Computer Vision Modeling of the Development of Geometric and Numerical Concepts in Humans

TL;DR

This study investigates whether computer vision models develop geometric and numerical concepts in a manner similar to human developmental progress, revealing partial alignment and potential for understanding human mathematical development.

Contribution

It demonstrates that CV models exhibit developmental alignment with human learning trajectories for some geometric and numerical concepts, advancing understanding of AI-human cognitive parallels.

Findings

Developmental alignment observed for Euclidean Geometry and Number line concepts.

Partial alignment for geometric classes like Topology but not for others.

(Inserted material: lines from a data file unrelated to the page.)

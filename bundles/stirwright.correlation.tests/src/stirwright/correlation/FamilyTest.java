package stirwright.correlation;

import static org.junit.jupiter.api.Assertions.assertEquals;
import static org.junit.jupiter.api.Assertions.assertThrows;
import static org.junit.jupiter.api.Assertions.assertTrue;
import static stirwright.correlation.Dimensions.BLADE_WIDTH;
import static stirwright.correlation.Dimensions.IMPELLER_DIAMETER;
import static stirwright.correlation.Dimensions.VESSEL_DIAMETER;

import java.util.List;
import org.junit.jupiter.api.Test;
import stirwright.correlation.GeometryParameter.Default;
import stirwright.correlation.GeometryParameter.Kind;

class FamilyTest {
    /** D 0.5, W 0.5, volume and spacing unknown, everything else 1. */
    private static final Geometry SQUARE = p -> p.equals(IMPELLER_DIAMETER) || p.equals(BLADE_WIDTH) ? 0.5
            : p.equals(Dimensions.LIQUID_VOLUME) || p.equals(Dimensions.IMPELLER_SPACING) ? Double.NaN : 1;

    private static Family.Builder family() {
        return Family.of("invented", "invented").description("invented for a test").regimes(RegimeLimits.IN_GENERAL);
    }

    private static List<String> broken(Family family) {
        return family.rules().stream().filter(r -> !r.holds(SQUARE))
                .map(r -> r.named().id() + " is not " + r.words(SQUARE)).toList();
    }

    @Test
    void startsWithTheCommonLimitsOfWhatItHas() {
        assertEquals(List.of("impeller_diameter", "clearance", "baffle_width", "baffle_width", "impeller_count", "clearance",
                "liquid_volume"), family().build().rules().stream().map(r -> r.named().id()).toList(), "no blades");
        assertEquals(List.of("clearance is not below liquid_height_m 1",
                "baffle_width is not below 0.5 times vessel_diameter_m 1",
                "blade_width is not below impeller_diameter_m 0.5"),
                broken(family().parameter(BLADE_WIDTH).build()));
    }

    @Test
    void aFamilyNarrowsAndWidensThem() {
        Family family = family().parameter(BLADE_WIDTH)
                .below(Dimensions.CLEARANCE, Dimensions.LIQUID_HEIGHT, 2)
                .below(Dimensions.BAFFLE_WIDTH, VESSEL_DIAMETER, 1.1)
                .below(BLADE_WIDTH, IMPELLER_DIAMETER, Double.POSITIVE_INFINITY)
                .below(IMPELLER_DIAMETER, VESSEL_DIAMETER, 0.4)
                .rule(Dimensions.WALL_GAP, "a tenth of T", g -> g.get(Dimensions.WALL_GAP) < 0.2)
                .rule(Dimensions.BLADE_LENGTH, "there", g -> false)
                .build();
        assertEquals(List.of("impeller_diameter is not below 0.4 times vessel_diameter_m 1", "wall_gap is not a tenth of T"),
                broken(family));
        assertThrows(ContractException.class, () -> family().below(BLADE_WIDTH, IMPELLER_DIAMETER, 0));
    }

    @Test
    void usingTheBuilderFurtherChangesNothing() {
        Family.Builder builder = family();
        Family family = builder.build();
        builder.parameter(BLADE_WIDTH).rule(VESSEL_DIAMETER, "never", g -> false);
        assertEquals(Dimensions.VESSEL, family.parameters());
        assertTrue(family.rules().stream().allMatch(r -> !r.words(SQUARE).equals("never")));
        assertThrows(UnsupportedOperationException.class, () -> family.rules().clear());
    }

    @Test
    void whatIsDerivedComesBeforeTheLastResort() {
        GeometryParameter gap = GeometryParameter.of("slit", "slit", Kind.LENGTH, "s", "invented")
                .assumedAs("1", g -> 1).derivedAs("2", g -> 2).derivedAs("3", g -> 3);
        assertEquals(List.of("DERIVED 2", "DERIVED 3", "ASSUMED 1"), words(gap));
        assertEquals(List.of("DERIVED 2", "DERIVED 3", "USUAL 4"), words(gap.usually("4", g -> 4)));
        assertEquals(List.of("DERIVED 2", "DERIVED 3", "ASSUMED 5"),
                words(gap.usually("4", g -> 4).assumedAs("5", g -> 5).withLimits(0, 9).withMeaning("other")));
        assertEquals(3, gap.fallbacks().size(), "the first is unchanged");
        assertEquals(List.of(), words(IMPELLER_DIAMETER));
        assertEquals(List.of(Default.DERIVED, Default.ASSUMED),
                VESSEL_DIAMETER.fallbacks().stream().map(Fallback::kind).toList());
    }

    private static List<String> words(GeometryParameter parameter) {
        return parameter.fallbacks().stream().map(f -> f.kind() + " " + f.words()).toList();
    }
}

CV models show promise for modeling human mathematical development.

Abstract

Mathematical thinking is a fundamental aspect of human cognition. Cognitive scientists have investigated the mechanisms that underlie our ability to thinking geometrically and numerically, to take two prominent examples, and developmental scientists have documented the trajectories of these abilities over the lifespan. Prior research has shown that computer vision (CV) models trained on the unrelated task of image classification nevertheless learn latent representations of geometric and numerical concepts similar to those of adults. Building on this demonstrated cognitive alignment, the current study investigates whether CV models also show developmental alignment: whether their performance improvements across training to match the developmental progressions observed in children. In a detailed case study of the ResNet-50 model, we show that this is the case. For the case of geometry and topology, we find developmental alignment for some classes of concepts (Euclidean Geometry, Geometrical Figures, Metric Properties, Topology) but not others (Chiral Figures, Geometric Transformations, Symmetrical Figures). For the case of number, we find developmental alignment in the emergence of a human-like ``mental number line'' representation with experience. These findings show the promise of computer vision models for understanding the development of mathematical understanding in humans. They point the way to future research exploring additional model architectures and building larger benchmarks.